ACTIVITY
Please find the lines in the following records that hold "blockOrName", and copy them.

* * *

// Package api serves the classification over HTTP.
//
// It translates and decides nothing: a body becomes a case, an answer becomes
// JSON, and everything that goes wrong becomes problem details (RFC 9457) with
// one media type, application/problem+json. The contract is
// openapi/openapi.yaml; tests hold the two against each other both ways.
//
//	POST /v1/classify            a case in, the answer out
//	POST /v1/batch               cases in, a line each, answers out, a line each
//	POST /v1/sweeps              a case and axes in, a row a point out
//	POST /v1/map                 a case and two axes in, the map of classes out
//	POST /v1/compare             two cases in, what differs out
//	POST /v1/scale               a case and scales in, the model's case and what is distorted out
//	GET  /v1/catalog             what the engine knows, by catalogue
//	GET  /v1/catalog/{name}      one catalogue
//	GET  /v1/canon/{name}        one canonical solution, arguments in the query
//	GET  /v1/schema/case         JSON Schema of a case
//	POST /v1/records             keeps an answer; GET lists what is kept
//	GET  /v1/records/{id}        a record, or its answer in a form; DELETE removes it
//	GET  /embed/{id} /oembed     a record for a page of others, in a frame or as a picture
//	GET  /                       the case sheet, a page on which to build a case
//	GET  /docs                   these operations, to look through and try
//	GET  /problems/{id}          what a problem type means
//	GET  /healthz /readyz /version /openapi.yaml /openapi.json
//
// Where there is a GET there is a HEAD.
package api
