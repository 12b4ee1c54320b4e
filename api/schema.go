package api

import (
	"slices"
	"strconv"
	"strings"
	"sync"

	"github.com/go-json-experiment/json"
	"github.com/go-json-experiment/json/jsontext"

	"regimed/regime/input"
	"regimed/regime/kind"
	"regimed/units"
)

// CaseSchema is the JSON Schema (2020-12) of a case, made from the same fields
// as decoding. It is for editors and generators: it describes which fields
// there are and how they look; whether the values make sense together is for
// the server to say.
func CaseSchema() []byte { return slices.Clone(caseSchema()) }

var caseSchema = sync.OnceValue(func() []byte {
	b := schemaBuilder{prefix: "#/$defs/"}
	root := OrderedMembers{
		{"$schema", "https://json-schema.org/draft/2020-12/schema"},
		{"$id", "urn:regimed:schema:case"},
	}
	root = append(root, b.kase(kind.Schema())...)
	root = root.with("$defs", b.defs)
	data, err := json.Marshal(root, jsontext.WithIndent("  "))
	if err != nil {
		panic("api: schema: " + err.Error()) // text and whole numbers only
	}
	return append(data, '\n')
})

// CaseComponents are the schemas of a case as components of an OpenAPI
// document, the case itself under the name Case.
func CaseComponents() OrderedMembers {
	b := schemaBuilder{prefix: "#/components/schemas/", discriminator: true}
	kase := b.kase(kind.Schema())
	return append(OrderedMembers{{"Case", kase}}, b.defs...)
}

// schemaBuilder collects definitions while it describes a case.
type schemaBuilder struct {
	prefix        string // of references to definitions
	discriminator bool   // say which property tells the kinds apart, as OpenAPI does
	defs          OrderedMembers
}

// define adds a definition, once, and returns a reference to it.
func (b *schemaBuilder) define(name string, make func() OrderedMembers) OrderedMembers {
	if !slices.ContainsFunc(b.defs, func(m Member) bool { return m.Name == name }) {
		at := len(b.defs)
		b.defs = b.defs.with(name, nil) // its place comes before what it refers to
		b.defs[at].Value = make()
	}
	return OrderedMembers{{"$ref", b.prefix + name}}
}

// kase describes the whole case.
func (b *schemaBuilder) kase(s *input.Schema) OrderedMembers {
	properties := OrderedMembers{}
	for _, f := range s.Top.Fields {
		properties = properties.with(f.Name, b.field(f))
	}
	properties = properties.with("structure", b.structure(s))
	for _, block := range s.Blocks {
		properties = properties.with(block.Name, b.blockOrName(block))
	}
	o := OrderedMembers{
		{"title", s.Top.Title},
		{"description", sentence(s.Top.Doc)},
		{"type", "object"},
		{"properties", properties},
		{"required", []string{"structure"}},
	}
	return o.with("additionalProperties", false)
}

// structure describes the structure: one alternative a kind.
func (b *schemaBuilder) structure(s *input.Schema) OrderedMembers {
	var alternatives []OrderedMembers
	mapping := OrderedMembers{}
	for _, k := range s.Kinds {
		ref := b.define("Structure"+camel(k.Name), func() OrderedMembers { return b.block(k, true) })
		alternatives = append(alternatives, ref)
		mapping = mapping.with(k.Name, ref[0].Value)
	}
	o := OrderedMembers{
		{"description", "The structure: its kind, and the fields of that kind."},
		{"oneOf", alternatives},
	}
	if b.discriminator {
		o = o.with("discriminator", OrderedMembers{{"propertyName", "kind"}, {"mapping", mapping}})
	}
	return o
}

// blockOrName describes a block, and the name that may stand in its place.
func (b *schemaBuilder) blockOrName(block *input.Block) OrderedMembers {
	ref := b.define(camel(block.Name), func() OrderedMembers { return b.block(block, false) })
	if block.Shorthand == nil {
		return ref
	}
	return OrderedMembers{
		{"description", sentence(block.Doc)},
		{"oneOf", []OrderedMembers{b.field(block.Shorthand), ref}},
	}
}

// block describes an object of fields.
func (b *schemaBuilder) block(block *input.Block, isKind bool) OrderedMembers {
	properties, required := OrderedMembers{}, []string{}
	if isKind {
		properties = properties.with("kind", OrderedMembers{
			{"description", sentence(block.Title)}, {"type", "string"}, {"const", block.Name}, {"examples", []string{block.Name}}})
		required = append(required, "kind")
	}
	for _, f := range block.Fields {
		properties = properties.with(f.Name, b.field(f))
		if f.Needed {
			required = append(required, f.Name)
		}
	}
	o := OrderedMembers{
		{"title", block.Title},
		{"description", sentence(block.Doc)},
		{"type", "object"},
		{"properties", properties},
	}
	if len(required) > 0 {
		o = o.with("required", required)
	}
	return o.with("additionalProperties", false)
}

// field describes one field.
func (b *schemaBuilder) field(f *input.Field) OrderedMembers {
	o := b.shape(f)
	if name := plainTitle(f.Name); f.Type != input.Choice {
		o = append(OrderedMembers{{"title", name}}, o...)
	}
	o = o.with("description", b.fieldText(f))
	if d, ok := defaultOf(f); ok {
		o = o.with("default", d)
	}
	return o.with("examples", examples(f))
}

// shape describes what a field holds. Bounds beside a reference concern bare
// numbers only: of a text with a unit a schema can't know the value.
func (b *schemaBuilder) shape(f *input.Field) OrderedMembers {
	switch f.Type {
	case input.Quantity:
		if f.Service != nil {
			return OrderedMembers{{"anyOf", []OrderedMembers{b.quantity(f.Kind), serviceRange()}}}
		}
		return b.quantity(f.Kind)
	case input.Number:
		return append(b.quantity(units.Dimensionless), bounds(f.Rule)...)
	case input.Integer:
		return append(OrderedMembers{{"type", "integer"}}, bounds(f.Rule)...)
	case input.Flag:
		return OrderedMembers{{"type", "boolean"}}
	case input.Choice:
		return OrderedMembers{{"type", "string"}, {"enum", f.Options}}
	case input.Choices:
		return OrderedMembers{{"type", "array"}, {"items", OrderedMembers{{"type", "string"}, {"enum", f.Options}}}}
	case input.Interval:
		return OrderedMembers{{"type", "array"}, {"items", b.quantity(f.Kind)}, {"minItems", 2}, {"maxItems", 2}}
	}
	if f.Type == input.Rows {
		return OrderedMembers{{"type", "array"}, {"items", b.block(f.Row, false)}, {"minItems", 1}, {"maxItems", 50}}
	}
	return append(OrderedMembers{{"type", "string"}}, lengths(f.Rule)...)
}

// fieldText is the description of a field: what it is, its range, and what is
// assumed without it.
func (b *schemaBuilder) fieldText(f *input.Field) string {
	text := sentence(f.Doc)
	if r := fieldRecord(f); r.Rule != "" {
		text += " Must be " + r.Rule + "."
	}
	if f.Type == input.Text && f.Rule != "" {
		text = sentence(f.Doc) + " " + sentence(fieldRecord(f).Rule)
	}
	if f.Default != "" {
		text += " Default: " + f.Default + "."
	}
	return text
}

// bounds turns the rule of a number into keywords.
func bounds(rule string) OrderedMembers {
	keywords := map[string]string{"gt": "exclusiveMinimum", "gte": "minimum", "lt": "exclusiveMaximum", "lte": "maximum", "min": "minimum", "max": "maximum"}
	return ruled(rule, keywords)
}

// lengths turns the rule of a text into keywords.
func lengths(rule string) OrderedMembers {
	return ruled(rule, map[string]string{"min": "minLength", "max": "maxLength"})
}

func ruled(rule string, keywords map[string]string) OrderedMembers {
	var o OrderedMembers
	for tag := range strings.SplitSeq(rule, ",") {
		name, bound, _ := strings.Cut(tag, "=")
		x, err := strconv.ParseFloat(bound, 64)
		if keyword := keywords[name]; keyword != "" && err == nil {
			o = o.with(keyword, x)
		}
	}
	return o
}

// sentence writes a phrase as a sentence.
func sentence(phrase string) string {
	if phrase == "" {
		return ""
	}
	s := strings.ToUpper(phrase[:1]) + phrase[1:]
	if strings.HasSuffix(s, ".") {
		return s
	}
	return s + "."
}

// plainTitle is the title of a field: its name with spaces.
func plainTitle(name string) string {
	return strings.TrimSuffix(sentence(strings.ReplaceAll(name, "_", " ")), ".")
}

// camel is a name as a component has it: tube_array becomes TubeArray.
func camel(name string) string {
	var b strings.Builder
	for part := range strings.FieldsFuncSeq(name, func(r rune) bool { return r == '_' || r == '-' || r == ' ' }) {
		b.WriteString(strings.ToUpper(part[:1]) + part[1:])
	}
	return b.String()
}
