package api

import (
	"github.com/go-json-experiment/json"
	"github.com/go-json-experiment/json/jsontext"
)

// Member is a name with its value.
type Member struct {
	Name  string
	Value any
}

// OrderedMembers is a JSON object whose members keep their order.
type OrderedMembers []Member

// MarshalJSONTo writes the object.
func (o OrderedMembers) MarshalJSONTo(enc *jsontext.Encoder) error {
	if err := enc.WriteToken(jsontext.BeginObject); err != nil {
		return err
	}
	for _, m := range o {
		if err := enc.WriteToken(jsontext.String(m.Name)); err != nil {
			return err
		}
		if err := json.MarshalEncode(enc, m.Value); err != nil {
			return err
		}
	}
	return enc.WriteToken(jsontext.EndObject)
}

// with returns the object with a member added.
func (o OrderedMembers) with(name string, value any) OrderedMembers {
	return append(o, Member{name, value})
}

* * *

EXERCISE ANSWER
		properties = properties.with(block.Name, b.blockOrName(block))
// blockOrName describes a block, and the name that may stand in its place.
func (b *schemaBuilder) blockOrName(block *input.Block) OrderedMembers {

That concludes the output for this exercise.